Menurut Safaruddin, pemerintah provinsi sudah menggelar tes cepat antigen untuk relawan tiga hari sekali. Hal itu dilakukan untuk menekan risiko terciptanya kluster Covid-19 di pengungsian.
Bahkan, sesuai dengan aturan, para relawan harus menjalani tes cepat antigen sebelum terjun ke lapangan membantu korban gempa di sejumlah wilayah di Sulawesi Barat. Namun kewajiban tes ini hanya untuk relawan yang berasal dari lembaga, organisasi, serta badan resmi.
Faktanya, masih banyak relawan yang berasal dari komunitas dan tak tercatat oleh pemerintah Sulawesi Barat. Safaruddin maklum para relawan tak resmi itu punya niat baik memberikan pertolongan secara cepat kepada para korban gempa. "Para relawan yang tidak terdaftar itu ada yang mengalami gejala sakit. Setelah dites, ternyata reaktif," kata pria yang menjabat Kepala Dinas Komunikasi Informasi, Statistik, dan Persandian Sulawesi Barat itu.
Pemerintah provinsi khawatir terjadi penularan Covid-19 di pengungsian lantaran para relawan yang reaktif tersebut sudah turun ke lapangan membantu masyarakat. Ditambah lagi, pada hari-hari pertama pasca-gempa berkekuatan magnitudo 6,2 itu, masyarakat berkumpul di sejumlah titik pengungsian. "Saat itu kami agak susah menerapkan protokol kesehatan karena masyarakatnya banyak dan fasilitasnya minim, termasuk tes cepat," kata Safaruddin.
Menurut Safaruddin, saat ini jumlah pengungsi di sejumlah wilayah Sulawesi Barat sudah menurun. Sebab, pemerintah sudah mengimbau masyarakat yang rumahnya mengalami kerusakan kecil dan sedang untuk pulang. "Kurang-lebih setengah dari pengungsi sudah kembali ke rumah," kata Safaruddin.
Kini, pemerintah provinsi dan Satuan Tugas Penanganan Covid-19 bisa lebih leluasa menerapkan protokol kesehatan ketat di lokasi pengungsian. Termasuk menjaga jarak antar-warga hingga mewajibkan rutin cuci tangan.
Selain itu, pemerintah provinsi akan melakukan upaya pengetesan dan pelacakan terhadap masyarakat di pengungsian yang mengalami gejala Covid-19. Sayangnya, Safaruddin belum mengantongi informasi berapa jumlah warga yang tertular Covid-19 dari barak pengungsian.
Sabtu lalu, Gubernur Sulawesi Barat Ali Baal Masdar meminta Bupati Majene dan Mamuju menyiapkan data kebutuhan logistik untuk masyarakat yang terkena dampak gempa. Tujuannya agar pemerintah bisa menyalurkan bantuan secara tepat sasaran untuk masyarakat di pengungsian.

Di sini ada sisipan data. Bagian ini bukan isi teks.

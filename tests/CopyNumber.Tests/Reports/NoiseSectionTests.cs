using System.Globalization;
using CopyNumber.Tests.Cli;
using CopyNumber.Tests.Ensembles;

namespace CopyNumber.Tests.Reports;

/// <summary>
/// The contrast report's noise section (issue 13: "the report says how much of each quantity's variance is
/// intrinsic, extrinsic ..., with errors"), run through the real command line. Immigration–death with a
/// gamma-distributed immigration rate k (mean m, CV c) from X(0) = 0: given k, X(t) is Poisson with mean
/// k·u, u = (1 − e^(−dt))/d (Bailey 1964, quoted from memory), so by the law of total variance the squared
/// CV splits into the intrinsic part 1/⟨x⟩ and the extrinsic part c² (Swain, Elowitz &amp; Siggia 2002,
/// PNAS 99:12795; common practice). The exact values are computed here.
/// </summary>
public sealed class NoiseSectionTests
{
    private const double Mean = ExtrinsicVariabilityTests.Mean, Cv = ExtrinsicVariabilityTests.Cv, Death = ExtrinsicVariabilityTests.Death, Until = ExtrinsicVariabilityTests.Until;

    [Fact]
    public void The_report_splits_the_noise_into_its_exact_intrinsic_and_extrinsic_parts_within_the_errors_it_prints()
    {
        var folder = Path.Combine(Path.GetTempPath(), $"copynumber-noise-{Guid.NewGuid():N}");
        Directory.CreateDirectory(folder);
        var model = Path.Combine(folder, "varying_immigration.cnet");
        File.WriteAllText(model, ExtrinsicVariabilityTests.ModelText);
        try
        {
            var run = CliRun.Of("simulate", model, "--until", "4", "--every", "2", "--replicates", "16000", "--seed", "2002", "--out", Path.Combine(folder, "run"));
            Assert.True(run.ExitCode == 0, run.Error);
            var report = File.ReadAllText(Path.Combine(folder, "run", "report.md"));
            Assert.Contains("## Noise: intrinsic and extrinsic", report);
            var row = report.Split('\n').Single(l => l.StartsWith("| X | cells | 4 |", StringComparison.Ordinal));
            var cells = row.Split('|', StringSplitOptions.TrimEntries)[1..^1];
            var (intrinsic, intrinsicSe) = ValueAndError(cells[4]);
            var (extrinsic, extrinsicSe) = ValueAndError(cells[5]);
            var x = Mean * (1 - Math.Exp(-Death * Until)) / Death;
            // Five printed standard errors: a false failure has probability below 10⁻⁶ per part (normal tail).
            Assert.True(Math.Abs(intrinsic - 1 / x) <= 5 * intrinsicSe, $"intrinsic CV² {intrinsic} ± {intrinsicSe}, exact {1 / x}");
            Assert.True(Math.Abs(extrinsic - Cv * Cv) <= 5 * extrinsicSe, $"extrinsic CV² {extrinsic} ± {extrinsicSe}, exact {Cv * Cv}");
            // The errors are small enough for the check to mean something: each part resolved to 20%.
            Assert.True(intrinsicSe < 0.2 / x && extrinsicSe < 0.2 * Cv * Cv, row);
            var share = double.Parse(cells[6].Replace("\\", "", StringComparison.Ordinal).TrimEnd('%'), CultureInfo.InvariantCulture) / 100;
            Assert.InRange(share, 0.6, 0.95); // exact c²/(1/x + c²) = 0.83
            Assert.Contains("noise-split.png", report);

            // The LNA over the run's first 200 cells predicts the same split in variance units: for this linear network each
            // cell's LNA is exact (Poisson with mean k·u), so the intrinsic part is E[k]·u = x and the extrinsic part
            // Var(k)·u² = (x·c)² (law of total variance), up to the Monte Carlo error over 200 gamma draws.
            var split = report.Split('\n').Where(l => l.StartsWith("| X | ", StringComparison.Ordinal))
                .Select(l => l.Split('|', StringSplitOptions.TrimEntries)[1..^1]).Single(c => c.Length == 7 && c[1] != "cells");
            var (lnaIntrinsic, lnaIntrinsicSe) = ValueAndError(split[2]);
            var (lnaExtrinsic, lnaExtrinsicSe) = ValueAndError(split[5]);
            Assert.True(Math.Abs(lnaIntrinsic - x) <= 5 * lnaIntrinsicSe, $"LNA intrinsic {lnaIntrinsic} ± {lnaIntrinsicSe}, exact {x}");
            Assert.True(Math.Abs(lnaExtrinsic - x * x * Cv * Cv) <= 5 * lnaExtrinsicSe, $"LNA extrinsic {lnaExtrinsic} ± {lnaExtrinsicSe}, exact {x * x * Cv * Cv}");
            Assert.True(lnaExtrinsicSe < 0.3 * x * x * Cv * Cv, split[5]);
            Assert.EndsWith("(within error)", split[3], StringComparison.Ordinal);
            Assert.EndsWith("(within error)", split[6], StringComparison.Ordinal);
        }
        finally
        {
            Directory.Delete(folder, recursive: true);
        }
    }

    [Fact]
    public void Dual_reporters_under_a_shared_fluctuating_factor_give_the_exact_intrinsic_and_extrinsic_noise()
    {
        // Elowitz, Levine, Siggia & Swain (2002, Science 297:1183): two identical reporters c and y made at rate k·F from a
        // shared factor F (itself made at kf, lost at gf) and lost at g. The network is linear, so its stationary covariance
        // solves the Lyapunov equation A·Σ + Σ·Aᵀ + B = 0 exactly (moment equations close for linear propensities; common
        // practice, e.g. Elf & Ehrenberg 2003, Genome Res. 13:2475), solved here. The identities give
        // η²_int = (Var c − Cov(c, y))/c̄² and η²_ext = Cov(c, y)/c̄²; by hand (Swain et al. 2002) 1/c̄ and (1/F̄)·g/(g + gf).
        const double kf = 5, gf = 0.5, k = 1, g = 0.5;
        var folder = Path.Combine(Path.GetTempPath(), $"copynumber-reporters-{Guid.NewGuid():N}");
        Directory.CreateDirectory(folder);
        var model = Path.Combine(folder, "two_reporters.cnet");
        File.WriteAllText(model, $"""
            # two identical reporters driven by one fluctuating factor; illustrative
            species
              F = 10
              c = 20
              y = 20
            parameters
              kf = {kf}
              gf = {gf}
              k = {k}
              g = {g}
            reactions
              factor_made: 0 -> F      mass kf
              factor_lost: F -> 0      mass gf
              c_made:      F -> F + c  mass k
              c_lost:      c -> 0      mass g
              y_made:      F -> F + y  mass k
              y_lost:      y -> 0      mass g
            """);
        try
        {
            var run = CliRun.Of("simulate", model, "--until", "60", "--every", "30", "--replicates", "8000", "--seed", "2002",
                "--dual-reporters", "c:y", "--out", Path.Combine(folder, "run"));
            Assert.True(run.ExitCode == 0, run.Error);
            var (factor, reporter) = (kf / gf, k * (kf / gf) / g);
            var a = MathNet.Numerics.LinearAlgebra.Matrix<double>.Build.DenseOfArray(new[,] { { -gf, 0, 0 }, { k, -g, 0 }, { k, 0, -g } });
            var b = MathNet.Numerics.LinearAlgebra.Matrix<double>.Build.DenseDiagonal(3, 3, i => i == 0 ? kf + gf * factor : k * factor + g * reporter);
            var sigma = Lyapunov(a, b);
            var exactIntrinsic = (sigma[1, 1] - sigma[1, 2]) / (reporter * reporter);
            var exactExtrinsic = sigma[1, 2] / (reporter * reporter);
            // The Lyapunov solution against the closed forms by hand: both parts 0.05 for these values.
            Assert.Equal(1 / reporter, exactIntrinsic, 12);
            Assert.Equal(1 / factor * g / (g + gf), exactExtrinsic, 12);

            var report = File.ReadAllText(Path.Combine(folder, "run", "report.md"));
            var row = report.Split('\n').Single(l => l.StartsWith("| c:y | reporters | 60 |", StringComparison.Ordinal));
            var cells = row.Split('|', StringSplitOptions.TrimEntries)[1..^1];
            var (intrinsic, intrinsicSe) = ValueAndError(cells[4]);
            var (extrinsic, extrinsicSe) = ValueAndError(cells[5]);
            // Five printed standard errors (normal tail below 10⁻⁶ per part), and errors small enough to mean something.
            Assert.True(Math.Abs(intrinsic - exactIntrinsic) <= 5 * intrinsicSe, $"intrinsic {intrinsic} ± {intrinsicSe}, exact {exactIntrinsic}");
            Assert.True(Math.Abs(extrinsic - exactExtrinsic) <= 5 * extrinsicSe, $"extrinsic {extrinsic} ± {extrinsicSe}, exact {exactExtrinsic}");
            Assert.True(intrinsicSe < 0.1 * exactIntrinsic && extrinsicSe < 0.2 * exactExtrinsic, row);
        }
        finally
        {
            Directory.Delete(folder, recursive: true);
        }
    }

    [Fact]
    public void A_reporter_that_is_not_a_species_is_refused_before_the_run()
    {
        var run = CliRun.Of("simulate", CliRun.Scenario("toggle_pair.cnet"), "--until", "1", "--every", "1", "--replicates", "10", "--dual-reporters", "U:W");
        Assert.Equal(2, run.ExitCode);
        Assert.Contains("'W' is not a species", run.Error);
        Assert.DoesNotContain("   at ", run.Error);
    }

    // Σ from A·Σ + Σ·Aᵀ = −B, vectorised: (I ⊗ A + A ⊗ I)·vec Σ = −vec B (common practice).
    private static MathNet.Numerics.LinearAlgebra.Matrix<double> Lyapunov(MathNet.Numerics.LinearAlgebra.Matrix<double> a, MathNet.Numerics.LinearAlgebra.Matrix<double> b)
    {
        var n = a.RowCount;
        var identity = MathNet.Numerics.LinearAlgebra.Matrix<double>.Build.DenseIdentity(n);
        var system = identity.KroneckerProduct(a) + a.KroneckerProduct(identity);
        var solution = system.Solve(-MathNet.Numerics.LinearAlgebra.Vector<double>.Build.DenseOfEnumerable(b.EnumerateColumns().SelectMany(c => c)));
        return MathNet.Numerics.LinearAlgebra.Matrix<double>.Build.Dense(n, n, (i, j) => solution[j * n + i]);
    }

    [Fact]
    public void The_rate_equations_of_the_average_cell_describe_the_mean_where_those_of_the_mean_cell_do_not()
    {
        // Immigration at k and loss at a rate d that differs from cell to cell, gamma with mean 1 and CV 0.5, from X = 0:
        // each cell follows x(t; d) = (k/d)(1 − e^(−d·t)) exactly in the mean (a linear network), so the population mean is
        // E_d[x(t; d)] (law of total expectation, common practice), computed here by quadrature over the gamma law, while
        // the mean cell gives x(t; 1). At t = 50, E[k/d] = k/(1 − CV²) = 26.7 against 20 (gamma moments, common practice).
        const double k = 20, cv = 0.5, until = 50;
        var folder = Path.Combine(Path.GetTempPath(), $"copynumber-average-cell-{Guid.NewGuid():N}");
        Directory.CreateDirectory(folder);
        var model = Path.Combine(folder, "varying_loss.cnet");
        File.WriteAllText(model, $"""
            # immigration with a loss rate that differs from cell to cell; illustrative
            species
              X = 0
            parameters
              k = {k}
              d = 1  varies gamma cv {cv}
            reactions
              arrive: 0 -> X  mass k
              leave:  X -> 0  mass d
            """);
        try
        {
            var run = CliRun.Of("simulate", model, "--until", "50", "--every", "25", "--replicates", "8000", "--seed", "11", "--out", Path.Combine(folder, "run"));
            Assert.True(run.ExitCode == 0, run.Error);
            var shape = 1 / (cv * cv);
            var gamma = new MathNet.Numerics.Distributions.Gamma(shape, shape); // rate = shape: mean 1
            var exact = MathNet.Numerics.Integrate.OnClosedInterval(
                d => gamma.Density(d) * k / d * (1 - Math.Exp(-d * until)), 1e-9, 30, 1e-10);
            Assert.InRange(exact, 26.0, 26.7); // by hand: just below k/(1 − CV²) = 26.67, the transient of the slowest cells

            var report = File.ReadAllText(Path.Combine(folder, "run", "report.md")).Replace("\\", "", StringComparison.Ordinal);
            var cells = report.Split('\n').Where(l => l.StartsWith("| X | ", StringComparison.Ordinal))
                .Select(l => l.Split('|', StringSplitOptions.TrimEntries)[1..^1]).Single(c => c.Length == 6 && c[3].EndsWith(")", StringComparison.Ordinal)); // the mean cell against the average of cells
            var (mean, meanSe) = ValueAndError(cells[1]);
            Assert.Equal(20, double.Parse(cells[2], CultureInfo.InvariantCulture), 6);
            Assert.EndsWith("(resolved)", cells[3], StringComparison.Ordinal);
            var (average, averageSe) = ValueAndError(cells[4]);
            Assert.EndsWith("(within error)", cells[5], StringComparison.Ordinal);
            // The ensemble and the average of the run's first 200 cells both estimate the exact population mean.
            Assert.True(Math.Abs(mean - exact) <= 5 * meanSe, $"ensemble mean {mean} ± {meanSe}, exact {exact}");
            Assert.True(Math.Abs(average - exact) <= 5 * averageSe, $"average of cells {average} ± {averageSe}, exact {exact}");
        }
        finally
        {
            Directory.Delete(folder, recursive: true);
        }
    }

    // "0.2513 ± 0.0112", with the Markdown escapes of the report removed.
    private static (double Value, double Error) ValueAndError(string cell)
    {
        var parts = cell.Replace("\\", "", StringComparison.Ordinal).Split('±', StringSplitOptions.TrimEntries);
        return (double.Parse(parts[0], CultureInfo.InvariantCulture), double.Parse(parts[1], CultureInfo.InvariantCulture));
    }
}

Bupati Majene, Lukman, mengatakan kendala terbesar di wilayahnya adalah kekurangan tenda, fasilitas sanitasi, dan kebersihan lingkungan di sekitar pengungsian. Tak sedikit masyarakat yang mulai terserang penyakit. "Bahkan kemarin ada yang meninggal setelah gempa, tapi bukan akibat gempa, melainkan kondisi yang tidak sehat di pengungsian," kata Lukman.
Sementara itu, Wakil Bupati Mamuju Irwan Pababari mengatakan tantangan di wilayahnya adalah mengajak masyarakat pulang ke rumah masing-masing. Sebab, sebagian warga masih belum merasa aman pulang ke rumah.

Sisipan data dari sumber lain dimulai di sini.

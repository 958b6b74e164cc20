using System.Reflection;

namespace CopyNumber.Kinetics;

/// <summary>
/// The built-in functions of the model language as plain static methods. Compiled laws call these
/// very methods, and compile-time evaluation (parameter values, schedule times) invokes them too,
/// so a function means the same thing everywhere.
/// </summary>
internal static class LawFunctions
{
    /// <summary>Integer exponents up to this are computed by repeated multiplication (exact for small integers, no pow call).</summary>
    public const int LargestUnrolledExponent = 16;

    /// <summary>Sign of x (0 for 0 and NaN); not in the language, produced by differentiating abs, min and max.</summary>
    public const string SignFunction = "sign";

    private static readonly Dictionary<string, (int MinArity, int MaxArity, MethodInfo Method)> Table = new()
    {
        ["exp"] = (1, 1, Of<Func<double, double>>(Math.Exp)),
        ["log"] = (1, 1, Of<Func<double, double>>(Math.Log)),
        ["sqrt"] = (1, 1, Of<Func<double, double>>(Math.Sqrt)),
        ["abs"] = (1, 1, Of<Func<double, double>>(Math.Abs)),
        ["sin"] = (1, 1, Of<Func<double, double>>(Math.Sin)),
        ["cos"] = (1, 1, Of<Func<double, double>>(Math.Cos)),
        ["pow"] = (2, 2, Of<Func<double, double, double>>(Power)),
        ["min"] = (2, int.MaxValue, Of<Func<double, double, double>>(Math.Min)),
        ["max"] = (2, int.MaxValue, Of<Func<double, double, double>>(Math.Max)),
        ["hill_act"] = (3, 3, Of<Func<double, double, double, double>>(HillActivation)),
        ["hill_rep"] = (3, 3, Of<Func<double, double, double, double>>(HillRepression)),
        ["mm"] = (2, 2, Of<Func<double, double, double>>(MichaelisMenten)),
        [SignFunction] = (1, 1, Of<Func<double, double>>(Sign)),
        [Language.BuiltinFunctions.Choose] = (3, 3, Of<Func<double, double, double, double>>(Choose)),
    };

    /// <summary>
    /// The method implementing <paramref name="function"/> called with <paramref name="arguments"/> arguments.
    /// min and max take two or more arguments and are applied pairwise from the left.
    /// </summary>
    /// <exception cref="ArgumentException">The function is unknown or the argument count is wrong; the message is user-facing.</exception>
    public static MethodInfo Method(string function, int arguments)
    {
        if (!Table.TryGetValue(function, out var entry))
            throw new ArgumentException($"unknown function '{function}'");
        if (arguments < entry.MinArity || arguments > entry.MaxArity)
        {
            var expected = entry.MaxArity == int.MaxValue ? $"at least {entry.MinArity}"
                : entry.MinArity.ToString(System.Globalization.CultureInfo.InvariantCulture);
            throw new ArgumentException($"'{function}' takes {expected} argument{(entry.MinArity == 1 ? "" : "s")}, not {arguments}");
        }
        return entry.Method;
    }

    /// <summary>Whether <paramref name="n"/> is an exponent computed by repeated multiplication.</summary>
    public static bool IsUnrolledExponent(double n) => n >= 0 && n <= LargestUnrolledExponent && n == Math.Floor(n);

    /// <summary>x^n: repeated multiplication for a small non-negative integer n, otherwise <see cref="Math.Pow"/>.</summary>
    public static double Power(double x, double n)
    {
        if (!IsUnrolledExponent(n)) return Math.Pow(x, n);
        var result = 1.0;
        for (var q = 0; q < (int)n; q++) result *= x;
        return result;
    }

    /// <summary>Activating Hill function x^n/(K^n + x^n).</summary>
    public static double HillActivation(double x, double k, double n)
    {
        var xn = Power(x, n);
        return xn / (Power(k, n) + xn);
    }

    /// <summary>Repressing Hill function K^n/(K^n + x^n).</summary>
    public static double HillRepression(double x, double k, double n)
    {
        var kn = Power(k, n);
        return kn / (kn + Power(x, n));
    }

    /// <summary>Michaelis–Menten saturation x/(K + x).</summary>
    public static double MichaelisMenten(double x, double k) => x / (k + x);

    /// <summary>
    /// choose(c, a, b): a when c is not 0, else b. Compile-time evaluation calls this; compiled laws use a
    /// conditional expression with the same meaning (see <see cref="ExpressionCompiler"/>).
    /// </summary>
    public static double Choose(double condition, double then, double otherwise) => condition != 0 ? then : otherwise;

    /// <summary>+1, −1 or 0 (also for NaN, where <see cref="Math.Sign(double)"/> would throw).</summary>
    public static double Sign(double x) => x > 0 ? 1.0 : x < 0 ? -1.0 : 0.0;

    private static MethodInfo Of<TDelegate>(TDelegate method) where TDelegate : Delegate => method.Method;
}
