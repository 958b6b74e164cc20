using System.Text.Json;
using CopyNumber.Storage;
using CopyNumber.Tests.Cli;
using CopyNumber.Tests.Storage;

namespace CopyNumber.Tests.Resilience;

/// <summary>Models, command lines and comparisons shared by the resilience tests.</summary>
internal static class RunFolders
{
    /// <summary>
    /// Illustrative gene with bursty expression and a real-valued readout (so moments of reals are
    /// exercised beside the exact histograms); small enough that 1000 replicates take well under a second.
    /// </summary>
    public const string BurstyGene =
        "# illustrative: a gene switching on and off, its mRNA and a protein, with a ratio readout\n" +
        "species\n  off = 1\n  on = 0\n  m = 0\n  p = 0\n" +
        "parameters\n  kon = 0.5\n  koff = 0.5\n  ktx = 8\n  dm = 1\n  ktl = 2\n  dp = 0.5\n" +
        "reactions\n  activate: off -> on mass kon\n  silence: on -> off mass koff\n  transcribe: on -> on + m mass ktx\n" +
        "  decay_m: m -> 0 mass dm\n  translate: m -> m + p mass ktl\n  decay_p: p -> 0 mass dp\n" +
        "readouts\n  total = m + p\n  ratio = p / (m + 1)\n";

    /// <summary>The files whose every cell must agree between two runs of the same replicates.</summary>
    public static readonly string[] ResultFiles =
        [RunFiles.Moments, RunFiles.Distributions, RunFiles.ReadoutState, RunFiles.Deterministic, RunFiles.Covariances];

    public static string WriteModel(ScratchFolder scratch, string text = BurstyGene, string name = "gene.cnet")
    {
        var path = scratch.File(name);
        File.WriteAllText(path, text);
        return path;
    }

    /// <summary>simulate MODEL on the grid 0, 0.5, …, 5 with the given replicates and seed, then <paramref name="extra"/>.</summary>
    public static string[] Simulate(string model, long replicates, int seed, params string[] extra) =>
        ["simulate", model, "--until", "5", "--every", "0.5", "--replicates", replicates.ToString(), "--seed", seed.ToString(), .. extra];

    public static RunManifest Manifest(string folder) => RunManifest.Read(Path.Combine(folder, RunFiles.Manifest));

    public static JsonElement ManifestJson(string folder) =>
        JsonDocument.Parse(File.ReadAllText(Path.Combine(folder, RunFiles.Manifest))).RootElement.Clone();

    /// <summary>
    /// Asserts that <paramref name="file"/> holds the same columns and, cell by cell, the same values in
    /// both folders, doubles compared bit for bit (so NaN equals NaN and 0 differs from −0). Both files are
    /// read with ParquetSharp, an implementation independent of the Parquet.Net that wrote them.
    /// </summary>
    public static void AssertSameCells(string expectedFolder, string actualFolder, string file)
    {
        var expected = ParquetReadBack.Of(Path.Combine(expectedFolder, file));
        var actual = ParquetReadBack.Of(Path.Combine(actualFolder, file));
        Assert.Equal(expected.Names, actual.Names);
        Assert.Equal(expected.TotalRows, actual.TotalRows);
        for (var c = 0; c < expected.Values.Length; c++)
        {
            var left = expected.Values[c];
            var right = actual.Values[c];
            Assert.Equal(left.Length, right.Length);
            for (var i = 0; i < left.Length; i++)
            {
                if (!Same(left.GetValue(i), right.GetValue(i)))
                    Assert.Fail($"{file}, column {expected.Names[c]}, row {i}: {left.GetValue(i)} expected, {right.GetValue(i)} found");
            }
        }
    }

    /// <summary>Asserts the message is for a person: no .NET stack trace lines, no exception type names.</summary>
    public static void AssertNoStackTrace(CliRun run)
    {
        foreach (var text in new[] { run.Output, run.Error })
        {
            Assert.DoesNotContain("   at ", text);
            Assert.DoesNotContain("Exception", text);
        }
    }

    private static bool Same(object? a, object? b) => (a, b) switch
    {
        (double x, double y) => BitConverter.DoubleToInt64Bits(x) == BitConverter.DoubleToInt64Bits(y),
        _ => Equals(a, b),
    };
}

Mamuju membutuhkan tenda darurat untuk diberikan kepada masyarakat. Tujuannya, tenda itu bisa dipasang di depan rumah mereka sebagai antisipasi gempa susulan terjadi. "Ini jadi beban misi bagaimana mengurangi pengungsian dengan memberikan edukasi dan sosialisasi kepada masyarakat," kata Irwan.